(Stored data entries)
★ ★ ★ ★ ★
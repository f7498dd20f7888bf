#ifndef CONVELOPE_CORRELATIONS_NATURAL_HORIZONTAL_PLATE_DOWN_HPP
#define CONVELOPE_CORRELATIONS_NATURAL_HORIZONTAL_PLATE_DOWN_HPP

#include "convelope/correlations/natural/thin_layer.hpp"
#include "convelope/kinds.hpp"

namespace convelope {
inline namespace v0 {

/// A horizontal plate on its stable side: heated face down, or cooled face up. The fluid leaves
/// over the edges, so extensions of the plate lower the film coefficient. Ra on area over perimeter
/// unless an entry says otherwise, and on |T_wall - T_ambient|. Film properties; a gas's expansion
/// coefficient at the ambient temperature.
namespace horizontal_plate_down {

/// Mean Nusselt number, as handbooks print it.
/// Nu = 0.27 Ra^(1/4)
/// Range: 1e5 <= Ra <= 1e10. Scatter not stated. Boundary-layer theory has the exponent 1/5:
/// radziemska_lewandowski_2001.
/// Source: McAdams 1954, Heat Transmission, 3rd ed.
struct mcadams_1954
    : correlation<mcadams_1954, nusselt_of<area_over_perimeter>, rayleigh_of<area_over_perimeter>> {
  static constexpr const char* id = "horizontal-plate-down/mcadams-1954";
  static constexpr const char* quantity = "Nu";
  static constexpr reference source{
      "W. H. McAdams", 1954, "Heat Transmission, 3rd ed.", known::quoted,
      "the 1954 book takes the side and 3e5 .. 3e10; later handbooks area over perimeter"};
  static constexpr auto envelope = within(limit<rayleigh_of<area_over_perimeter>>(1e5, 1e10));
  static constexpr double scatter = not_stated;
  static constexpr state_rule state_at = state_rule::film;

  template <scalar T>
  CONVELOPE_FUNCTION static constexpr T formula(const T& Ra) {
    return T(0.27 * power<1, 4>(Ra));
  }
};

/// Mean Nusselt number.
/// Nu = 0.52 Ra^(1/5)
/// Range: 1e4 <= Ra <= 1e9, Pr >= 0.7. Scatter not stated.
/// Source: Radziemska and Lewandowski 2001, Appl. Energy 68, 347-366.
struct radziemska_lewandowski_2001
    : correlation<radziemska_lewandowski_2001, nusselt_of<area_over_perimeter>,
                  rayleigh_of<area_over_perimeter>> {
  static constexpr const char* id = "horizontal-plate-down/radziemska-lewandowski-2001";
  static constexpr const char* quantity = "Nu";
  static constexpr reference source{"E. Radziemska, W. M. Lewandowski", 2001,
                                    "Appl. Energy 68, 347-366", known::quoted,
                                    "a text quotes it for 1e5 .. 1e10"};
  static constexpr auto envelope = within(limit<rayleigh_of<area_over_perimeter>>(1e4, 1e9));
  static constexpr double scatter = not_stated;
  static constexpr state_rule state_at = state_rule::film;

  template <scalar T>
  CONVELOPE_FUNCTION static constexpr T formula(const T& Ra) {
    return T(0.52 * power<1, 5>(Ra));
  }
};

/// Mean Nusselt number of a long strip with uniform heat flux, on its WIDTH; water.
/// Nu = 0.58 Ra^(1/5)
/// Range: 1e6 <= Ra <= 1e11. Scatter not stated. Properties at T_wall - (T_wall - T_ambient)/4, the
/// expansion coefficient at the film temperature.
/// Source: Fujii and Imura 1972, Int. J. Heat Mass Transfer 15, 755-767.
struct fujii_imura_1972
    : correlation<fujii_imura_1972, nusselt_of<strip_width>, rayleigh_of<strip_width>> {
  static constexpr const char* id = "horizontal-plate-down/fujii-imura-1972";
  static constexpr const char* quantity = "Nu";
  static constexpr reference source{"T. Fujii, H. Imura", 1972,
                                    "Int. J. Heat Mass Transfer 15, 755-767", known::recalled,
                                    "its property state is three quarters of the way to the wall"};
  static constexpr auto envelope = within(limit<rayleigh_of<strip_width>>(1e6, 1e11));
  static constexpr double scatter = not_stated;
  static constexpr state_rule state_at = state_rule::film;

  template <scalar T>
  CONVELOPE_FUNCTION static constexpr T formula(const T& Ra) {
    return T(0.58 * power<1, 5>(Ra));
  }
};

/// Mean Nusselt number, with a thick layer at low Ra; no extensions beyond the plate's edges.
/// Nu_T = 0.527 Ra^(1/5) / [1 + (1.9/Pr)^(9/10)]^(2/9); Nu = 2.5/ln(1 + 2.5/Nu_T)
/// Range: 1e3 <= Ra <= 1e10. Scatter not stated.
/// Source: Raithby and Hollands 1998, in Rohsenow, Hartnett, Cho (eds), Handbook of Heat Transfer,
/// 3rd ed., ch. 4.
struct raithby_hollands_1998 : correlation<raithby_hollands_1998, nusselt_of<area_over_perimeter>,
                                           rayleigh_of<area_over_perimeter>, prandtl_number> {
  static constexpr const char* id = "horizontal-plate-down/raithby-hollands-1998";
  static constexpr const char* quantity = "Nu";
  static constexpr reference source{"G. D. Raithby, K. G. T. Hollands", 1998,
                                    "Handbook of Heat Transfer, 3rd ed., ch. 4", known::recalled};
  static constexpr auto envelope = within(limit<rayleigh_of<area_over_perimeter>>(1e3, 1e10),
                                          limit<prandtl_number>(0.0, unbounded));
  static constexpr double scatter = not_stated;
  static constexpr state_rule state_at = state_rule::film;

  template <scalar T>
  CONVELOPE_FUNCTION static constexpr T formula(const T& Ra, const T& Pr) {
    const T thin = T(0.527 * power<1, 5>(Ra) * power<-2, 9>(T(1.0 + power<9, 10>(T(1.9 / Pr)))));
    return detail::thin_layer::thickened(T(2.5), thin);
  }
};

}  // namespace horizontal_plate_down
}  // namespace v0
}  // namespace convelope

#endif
★ ★ ★ ★ ★
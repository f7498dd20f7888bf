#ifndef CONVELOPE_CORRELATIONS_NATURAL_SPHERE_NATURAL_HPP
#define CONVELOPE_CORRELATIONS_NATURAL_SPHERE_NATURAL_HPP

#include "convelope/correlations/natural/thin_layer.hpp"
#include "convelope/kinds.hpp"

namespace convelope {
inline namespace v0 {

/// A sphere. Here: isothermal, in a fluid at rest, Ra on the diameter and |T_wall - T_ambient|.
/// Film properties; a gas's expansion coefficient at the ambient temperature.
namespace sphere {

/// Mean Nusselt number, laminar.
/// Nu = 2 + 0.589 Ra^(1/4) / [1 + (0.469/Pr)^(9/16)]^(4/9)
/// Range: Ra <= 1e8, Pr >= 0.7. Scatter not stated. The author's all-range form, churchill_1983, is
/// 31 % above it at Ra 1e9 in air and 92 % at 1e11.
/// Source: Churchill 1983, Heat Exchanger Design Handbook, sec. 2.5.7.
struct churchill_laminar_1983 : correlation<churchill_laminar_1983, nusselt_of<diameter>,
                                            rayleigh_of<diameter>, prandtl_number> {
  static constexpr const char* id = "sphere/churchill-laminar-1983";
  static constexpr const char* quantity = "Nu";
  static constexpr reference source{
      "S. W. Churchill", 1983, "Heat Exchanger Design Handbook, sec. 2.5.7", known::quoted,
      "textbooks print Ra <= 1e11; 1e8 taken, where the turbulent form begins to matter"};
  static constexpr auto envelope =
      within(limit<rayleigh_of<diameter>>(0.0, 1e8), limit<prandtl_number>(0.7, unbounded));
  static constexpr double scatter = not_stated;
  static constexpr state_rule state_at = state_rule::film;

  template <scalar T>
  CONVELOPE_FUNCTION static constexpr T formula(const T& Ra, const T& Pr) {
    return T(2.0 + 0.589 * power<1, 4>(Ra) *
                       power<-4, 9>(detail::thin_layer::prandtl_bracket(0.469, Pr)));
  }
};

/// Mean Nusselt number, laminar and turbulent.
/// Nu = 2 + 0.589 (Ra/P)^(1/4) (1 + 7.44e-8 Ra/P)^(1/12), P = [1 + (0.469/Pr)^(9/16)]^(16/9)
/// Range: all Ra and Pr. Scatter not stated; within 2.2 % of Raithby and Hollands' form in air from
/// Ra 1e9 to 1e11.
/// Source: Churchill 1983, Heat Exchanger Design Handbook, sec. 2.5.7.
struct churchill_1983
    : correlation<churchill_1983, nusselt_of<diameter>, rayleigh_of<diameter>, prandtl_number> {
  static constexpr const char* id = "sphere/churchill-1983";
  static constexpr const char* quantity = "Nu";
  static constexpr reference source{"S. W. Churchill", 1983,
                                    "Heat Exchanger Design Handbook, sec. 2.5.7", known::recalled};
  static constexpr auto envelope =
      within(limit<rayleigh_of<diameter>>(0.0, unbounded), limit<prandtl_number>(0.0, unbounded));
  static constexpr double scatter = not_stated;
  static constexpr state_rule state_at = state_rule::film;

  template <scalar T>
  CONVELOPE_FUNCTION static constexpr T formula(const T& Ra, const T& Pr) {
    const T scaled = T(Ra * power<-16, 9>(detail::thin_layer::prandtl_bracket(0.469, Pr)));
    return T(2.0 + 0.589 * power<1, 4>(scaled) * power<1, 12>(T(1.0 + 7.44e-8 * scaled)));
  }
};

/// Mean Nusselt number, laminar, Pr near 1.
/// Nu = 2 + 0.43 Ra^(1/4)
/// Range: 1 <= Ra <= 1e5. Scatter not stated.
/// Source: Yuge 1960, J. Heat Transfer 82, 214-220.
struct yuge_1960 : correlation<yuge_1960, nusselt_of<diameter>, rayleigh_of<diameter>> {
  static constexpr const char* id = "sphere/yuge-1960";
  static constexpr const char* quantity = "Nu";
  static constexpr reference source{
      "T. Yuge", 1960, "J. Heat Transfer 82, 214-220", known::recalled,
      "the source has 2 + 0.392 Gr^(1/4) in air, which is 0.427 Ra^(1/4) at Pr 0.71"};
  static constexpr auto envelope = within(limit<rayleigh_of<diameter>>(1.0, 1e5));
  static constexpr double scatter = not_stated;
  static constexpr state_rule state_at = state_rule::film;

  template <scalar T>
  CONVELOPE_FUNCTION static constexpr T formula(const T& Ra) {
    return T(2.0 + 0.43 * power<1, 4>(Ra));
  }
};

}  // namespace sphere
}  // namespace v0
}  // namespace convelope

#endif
★ ★ ★ ★ ★
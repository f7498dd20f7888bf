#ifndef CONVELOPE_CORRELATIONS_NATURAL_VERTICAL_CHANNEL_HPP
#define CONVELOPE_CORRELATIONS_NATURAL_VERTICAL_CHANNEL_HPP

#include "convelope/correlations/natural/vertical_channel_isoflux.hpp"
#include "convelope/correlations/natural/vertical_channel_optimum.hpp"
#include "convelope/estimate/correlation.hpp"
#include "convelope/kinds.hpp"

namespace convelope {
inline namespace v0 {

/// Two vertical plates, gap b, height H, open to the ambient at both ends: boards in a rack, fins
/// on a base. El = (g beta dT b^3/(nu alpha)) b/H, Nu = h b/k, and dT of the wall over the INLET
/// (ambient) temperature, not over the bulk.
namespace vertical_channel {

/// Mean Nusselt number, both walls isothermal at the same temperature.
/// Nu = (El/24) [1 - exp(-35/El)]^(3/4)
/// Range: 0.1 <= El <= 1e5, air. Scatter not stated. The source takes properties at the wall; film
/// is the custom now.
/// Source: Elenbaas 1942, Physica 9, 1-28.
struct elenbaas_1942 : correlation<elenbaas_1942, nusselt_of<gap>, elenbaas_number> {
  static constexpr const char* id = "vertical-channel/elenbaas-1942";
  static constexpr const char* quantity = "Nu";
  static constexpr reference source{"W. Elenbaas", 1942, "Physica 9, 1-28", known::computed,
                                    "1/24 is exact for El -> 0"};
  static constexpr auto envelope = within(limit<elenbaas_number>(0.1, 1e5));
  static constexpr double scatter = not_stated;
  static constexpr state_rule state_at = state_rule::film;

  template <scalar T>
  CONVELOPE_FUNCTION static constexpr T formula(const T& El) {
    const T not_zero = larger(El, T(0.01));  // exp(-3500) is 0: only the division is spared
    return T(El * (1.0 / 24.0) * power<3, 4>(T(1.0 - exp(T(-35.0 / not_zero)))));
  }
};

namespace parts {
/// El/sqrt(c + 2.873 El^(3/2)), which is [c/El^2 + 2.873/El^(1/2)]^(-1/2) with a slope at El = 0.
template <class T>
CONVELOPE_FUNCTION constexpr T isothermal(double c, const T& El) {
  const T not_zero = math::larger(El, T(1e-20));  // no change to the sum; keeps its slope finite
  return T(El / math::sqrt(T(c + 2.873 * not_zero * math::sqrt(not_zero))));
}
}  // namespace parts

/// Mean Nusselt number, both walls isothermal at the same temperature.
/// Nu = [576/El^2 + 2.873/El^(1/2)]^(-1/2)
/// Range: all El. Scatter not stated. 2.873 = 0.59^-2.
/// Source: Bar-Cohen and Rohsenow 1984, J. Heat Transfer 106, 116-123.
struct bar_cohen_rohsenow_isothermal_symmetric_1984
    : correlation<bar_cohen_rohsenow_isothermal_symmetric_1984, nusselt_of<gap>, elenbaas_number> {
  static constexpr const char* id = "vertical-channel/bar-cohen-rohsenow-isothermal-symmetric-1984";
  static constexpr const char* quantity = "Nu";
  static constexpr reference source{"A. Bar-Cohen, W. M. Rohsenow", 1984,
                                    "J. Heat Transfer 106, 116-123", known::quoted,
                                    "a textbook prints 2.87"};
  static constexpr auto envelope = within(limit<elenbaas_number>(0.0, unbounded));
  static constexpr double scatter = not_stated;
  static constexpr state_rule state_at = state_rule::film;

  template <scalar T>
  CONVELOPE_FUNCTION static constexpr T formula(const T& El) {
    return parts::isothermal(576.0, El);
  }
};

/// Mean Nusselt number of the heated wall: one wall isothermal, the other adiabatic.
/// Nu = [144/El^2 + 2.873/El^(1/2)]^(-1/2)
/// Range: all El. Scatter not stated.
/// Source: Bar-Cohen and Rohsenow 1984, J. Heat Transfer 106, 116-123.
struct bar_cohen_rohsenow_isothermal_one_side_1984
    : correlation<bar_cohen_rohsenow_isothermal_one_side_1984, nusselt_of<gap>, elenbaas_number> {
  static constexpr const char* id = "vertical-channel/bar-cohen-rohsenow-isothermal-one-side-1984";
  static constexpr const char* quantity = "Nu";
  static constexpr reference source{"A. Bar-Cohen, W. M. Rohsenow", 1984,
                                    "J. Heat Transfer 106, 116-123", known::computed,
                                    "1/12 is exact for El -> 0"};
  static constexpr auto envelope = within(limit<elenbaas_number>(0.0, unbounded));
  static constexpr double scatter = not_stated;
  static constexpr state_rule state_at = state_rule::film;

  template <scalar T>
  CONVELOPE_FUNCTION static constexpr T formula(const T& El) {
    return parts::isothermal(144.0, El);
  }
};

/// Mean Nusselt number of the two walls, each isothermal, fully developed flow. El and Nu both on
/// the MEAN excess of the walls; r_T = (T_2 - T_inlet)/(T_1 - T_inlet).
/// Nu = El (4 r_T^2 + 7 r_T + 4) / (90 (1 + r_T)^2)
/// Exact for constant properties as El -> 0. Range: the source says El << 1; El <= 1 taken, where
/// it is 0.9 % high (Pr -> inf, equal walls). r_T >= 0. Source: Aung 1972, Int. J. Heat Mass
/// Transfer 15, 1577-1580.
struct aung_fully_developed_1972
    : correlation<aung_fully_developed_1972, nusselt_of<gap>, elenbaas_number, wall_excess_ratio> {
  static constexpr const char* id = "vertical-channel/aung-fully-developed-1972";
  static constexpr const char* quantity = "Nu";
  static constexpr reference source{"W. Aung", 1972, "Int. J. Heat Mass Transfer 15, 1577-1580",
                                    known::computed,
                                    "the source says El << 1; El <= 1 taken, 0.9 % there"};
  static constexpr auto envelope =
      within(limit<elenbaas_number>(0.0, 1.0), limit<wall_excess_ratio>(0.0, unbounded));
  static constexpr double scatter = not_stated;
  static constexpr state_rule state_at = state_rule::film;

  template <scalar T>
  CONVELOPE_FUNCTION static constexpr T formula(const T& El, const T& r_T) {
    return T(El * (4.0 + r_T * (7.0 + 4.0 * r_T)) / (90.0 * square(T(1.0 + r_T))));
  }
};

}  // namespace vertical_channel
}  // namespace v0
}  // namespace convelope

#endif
★ ★ ★ ★ ★
Try it
Show all lines from the data that contain "temperature".

Answer for this exercise
/// coefficient at the ambient temperature.
/// expansion coefficient at the film temperature.
/// Film properties; a gas's expansion coefficient at the ambient temperature.
/// (ambient) temperature, not over the bulk.
/// Mean Nusselt number, both walls isothermal at the same temperature.
/// Mean Nusselt number, both walls isothermal at the same temperature.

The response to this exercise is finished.